§ Task instructions
Scan the lines below; pull out those with "optional".

(Stored items)
_ _ _

"""Loading an acquisition series (one 4D NIfTI or several 3D NIfTIs) with its parameters."""

from __future__ import annotations

import logging
from dataclasses import dataclass, field
from pathlib import Path

import numpy as np

from ..errors import InputError
from ..units import check_angles, check_times
from .nifti import check_same_grid, image_data, load_image, read_sidecar

__all__ = ["Series", "load_series", "resolve_parameter"]

log = logging.getLogger("qmap")

#: Relative difference above which a command-line value and a sidecar value
#: count as disagreeing (sidecars round to microseconds).
AGREE_RTOL = 1e-3


@dataclass
class Series:
    """Image data of one acquisition series and the parameters it varies.

    Attributes
    ----------
    data : (X, Y, Z, n) ndarray
        float32 (or complex64) voxel data, scaling slopes applied.
    affine : (4, 4) ndarray
        Voxel-to-world affine of the first input.
    header : nibabel header
        Header of the first input (used to write outputs on the same grid).
    acquisition : dict
        BIDS key -> value(s) actually used, seconds / degrees.
    sources : dict
        BIDS key -> ``"sidecar"`` or ``"command line"``.
    paths : list of Path
        The input files, absolute.
    """

    data: np.ndarray
    affine: np.ndarray
    header: object
    acquisition: dict = field(default_factory=dict)
    sources: dict = field(default_factory=dict)
    paths: list = field(default_factory=list)
    sidecars: list = field(default_factory=list)
    _object_mask: np.ndarray | None = field(default=None, repr=False)

    @property
    def shape(self) -> tuple[int, int, int]:
        return tuple(self.data.shape[:3])

    @property
    def n(self) -> int:
        return int(self.data.shape[3])


def _load_volumes(paths: list[Path], *, allow_complex: bool, what: str):
    """Read the input files into one (X, Y, Z, n) float32 array; check grids."""
    imgs = [load_image(p, what=what) for p in paths]
    first = imgs[0]
    if len(paths) == 1:
        shape = first.shape
        if len(shape) > 4 and not all(s == 1 for s in shape[4:]):
            raise InputError(f"{paths[0]}: {len(shape)}D image {shape}; qmap reads a 4D series (x, y, z, volume)")
        if len(shape) < 4 or shape[3] < 2:
            raise InputError(
                f"{paths[0]}: is a single 3D volume {shape[:3]}; a series needs several volumes -- give one "
                f"4D file or several 3D files in order"
            )
        arrays = [image_data(first, paths[0], dtype=np.float32, allow_complex=allow_complex)]
        data = arrays[0].reshape(shape[:4])
        if data.ndim == 3:
            data = data[..., None]
    else:
        vols = []
        for p, img in zip(paths, imgs):
            shape = img.shape
            if len(shape) > 3 and not all(s == 1 for s in shape[3:]):
                raise InputError(
                    f"{p}: has shape {shape}; when several files are given each must be one 3D volume "
                    f"(or give a single 4D file)"
                )
            check_same_grid(first.shape, first.affine, shape, img.affine, ref_name=str(paths[0]), name=str(p))
            vols.append(image_data(img, p, dtype=np.float32, allow_complex=allow_complex).reshape(shape[:3]))
        data = np.stack(vols, axis=-1)
    if data.ndim != 4:
        raise InputError(f"{paths[0]}: expected 3D volumes, got shape {data.shape}")
    return data, first


def _sidecar_values(paths, sidecars, key, n, *, what: str):
    """Values of ``key`` from the sidecars: (n,) array, a scalar, or None when absent."""
    if len(paths) == 1:
        if key not in sidecars[0]:
            return None
        v = sidecars[0][key]
        return _as_numbers(v, key, paths[0])
    found = [key in sc for sc in sidecars]
    if not any(found):
        return None
    if not all(found):
        missing = [str(p) for p, f in zip(paths, found) if not f]
        raise InputError(
            f"{missing[0]}: sidecar lacks {key} while other files of the series have it; "
            f"add it, or give the values on the command line"
        )
    vals = []
    for p, sc in zip(paths, sidecars):
        arr = _as_numbers(sc[key], key, p)
        if arr.size != 1:
            raise InputError(f"{p}: sidecar {key} holds {arr.size} values for a single 3D volume; expected one")
        vals.append(float(arr[0]))
    return np.asarray(vals)


def _as_numbers(v, key, path) -> np.ndarray:
    if isinstance(v, bool) or v is None:
        raise InputError(f"{path}: sidecar {key} is {v!r}; expected a number (seconds / degrees) or a list of numbers")
    if isinstance(v, (int, float)):
        return np.asarray([float(v)])
    if isinstance(v, list) and v and all(isinstance(x, (int, float)) and not isinstance(x, bool) for x in v):
        return np.asarray(v, dtype=float)
    raise InputError(
        f"{path}: sidecar {key} is {v!r} ({type(v).__name__}); expected a number (seconds / degrees) or a list of numbers"
    )


def resolve_parameter(
    key: str,
    cli,
    sidecar,
    n: int | None,
    *,
    option: str,
    where: str,
    required: bool = True,
    check_key: str | None = None,
):
    """Choose between a command-line value and a sidecar value; warn when they disagree.

    Returns ``(value, source)``; ``value`` is an array of length ``n`` (or a
    float when ``n`` is None), ``source`` is ``"command line"``/``"sidecar"``.
    """
    ck = check_key or key
    check = check_angles if key == "FlipAngle" else (lambda a, where: check_times(a, key=ck, where=where))
    if sidecar is not None:
        sidecar = np.atleast_1d(np.asarray(sidecar, float))
        if n is not None and sidecar.size == 1 and n > 1 and cli is None:
            raise InputError(
                f"{where}: sidecar {key} holds one value for a series of {n} volumes; give {option} with {n} values"
            )
        if n is None and sidecar.size != 1:
            if np.allclose(sidecar, sidecar[0]):
                sidecar = sidecar[:1]
            else:
                raise InputError(f"{where}: sidecar {key} differs between volumes {sidecar.tolist()}; expected one value")
        if n is not None and sidecar.size not in (1, n):
            raise InputError(f"{where}: sidecar {key} has {sidecar.size} values for {n} volumes")
    if cli is not None:
        value = np.atleast_1d(np.asarray(cli, float))
        src = "command line"
        if n is not None and value.size != n:
            raise InputError(f"{option}: {value.size} values given for a series of {n} volumes; give one per volume")
        if n is None and value.size != 1:
            raise InputError(f"{option}: expected one value, got {value.size}")
        if sidecar is not None:
            ref = np.broadcast_to(sidecar, value.shape)
            if not np.allclose(value, ref, rtol=AGREE_RTOL, atol=1e-9):
                log.warning(
                    "%s %s differs from the sidecar %s %s; using the command line",
                    option, _fmt(value, key), key, _fmt(ref, key),
                )
    elif sidecar is not None:
        value = sidecar if n is None or sidecar.size == n else np.broadcast_to(sidecar, (n,)).copy()
        src = "sidecar"
        value = check(value, where=f"{where} (sidecar {key})")
    else:
        if not required:
            return None, None
        raise InputError(f"{where}: no {key} found; give {option} or add {key} to the BIDS sidecars")
    value = check(value, where=option if src == "command line" else where)
    return (float(value[0]) if n is None else value), src


def _fmt(v, key) -> str:
    v = np.atleast_1d(v)
    if key == "FlipAngle":
        return ",".join(f"{x:g}" for x in v) + " deg"
    return ",".join(f"{x * 1e3:g}" for x in v) + " ms"


def load_series(
    paths,
    *,
    key: str,
    value=None,
    option: str,
    scalars: dict | None = None,
    allow_complex: bool = False,
    sort: bool = True,
    min_volumes: int = 2,
    what: str = "series",
) -> Series:
    """Load one 4D NIfTI or several 3D NIfTIs, with the varied acquisition parameter.

    Parameters
    ----------
    paths : list of path-like
        One 4D file or several 3D files in acquisition order.
    key : str
        BIDS key that varies across the volumes (``EchoTime``,
        ``InversionTime``, ``FlipAngle``).
    value : (n,) array_like, optional
        Values from the command line (seconds / degrees); they take
        precedence over the sidecars, with a warning when they disagree.
    option : str
        Command-line option name for ``value`` (used in messages).
    scalars : dict, optional
        Further keys holding one value for the whole series, mapped to
        ``(cli_value_or_None, option, required, plausibility_key)``, e.g.
        ``{"RepetitionTime": (0.015, "--tr", True, "RepetitionTimeSpoiled")}``
        (see :data:`qmap.units.PLAUSIBLE_MAX_S`).
    allow_complex : bool
        Accept complex-valued data (otherwise an error).
    sort : bool
        Sort the volumes by ``key`` when they are not in increasing order
        (with a note). Duplicated values are rejected.
    min_volumes : int
        Smallest usable number of volumes.

    Returns
    -------
    Series
    """
    paths = [Path(p).expanduser().absolute() for p in (paths if isinstance(paths, (list, tuple)) else [paths])]
    if not paths:
        raise InputError(f"no {what} given; name one 4D NIfTI or several 3D NIfTIs")
    data, first = _load_volumes(paths, allow_complex=allow_complex, what=what)
    n = data.shape[3]
    sidecars = [read_sidecar(p) for p in paths]
    where = str(paths[0]) if len(paths) == 1 else f"{paths[0].name}..{paths[-1].name}"
    sc = _sidecar_values(paths, sidecars, key, n, what=what)
    vals, src = resolve_parameter(key, value, sc, n, option=option, where=where)
    acquisition = {key: vals}
    sources = {key: src}
    for skey, (cli, sopt, required, ckey) in (scalars or {}).items():
        scv = _sidecar_values(paths, sidecars, skey, n, what=what)
        v, s = resolve_parameter(skey, cli, scv, None, option=sopt, where=where, required=required, check_key=ckey)
        if v is not None:
            acquisition[skey] = v
            sources[skey] = s
    if n < min_volumes:
        raise InputError(f"{where}: {n} volumes; this fit needs at least {min_volumes}")
    if np.unique(vals).size != vals.size:
        raise InputError(
            f"{where}: repeated {key} values {_fmt(vals, key)}; every volume must have its own value "
            f"(check the converter's sidecars, or average repeated volumes first)"
        )
    if sort and np.any(np.diff(vals) < 0):
        order = np.argsort(vals, kind="stable")
        log.warning("volumes were not in increasing %s order; sorted them (%s)", key, _fmt(vals[order], key))
        data = data[..., order]
        vals = vals[order]
        acquisition[key] = vals
    return Series(
        data=data,
        affine=np.asarray(first.affine, float),
        header=first.header,
        acquisition=acquisition,
        sources=sources,
        paths=paths,
        sidecars=sidecars,
    )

_ _ _

§ Answer space
    value : (n,) array_like, optional
    scalars : dict, optional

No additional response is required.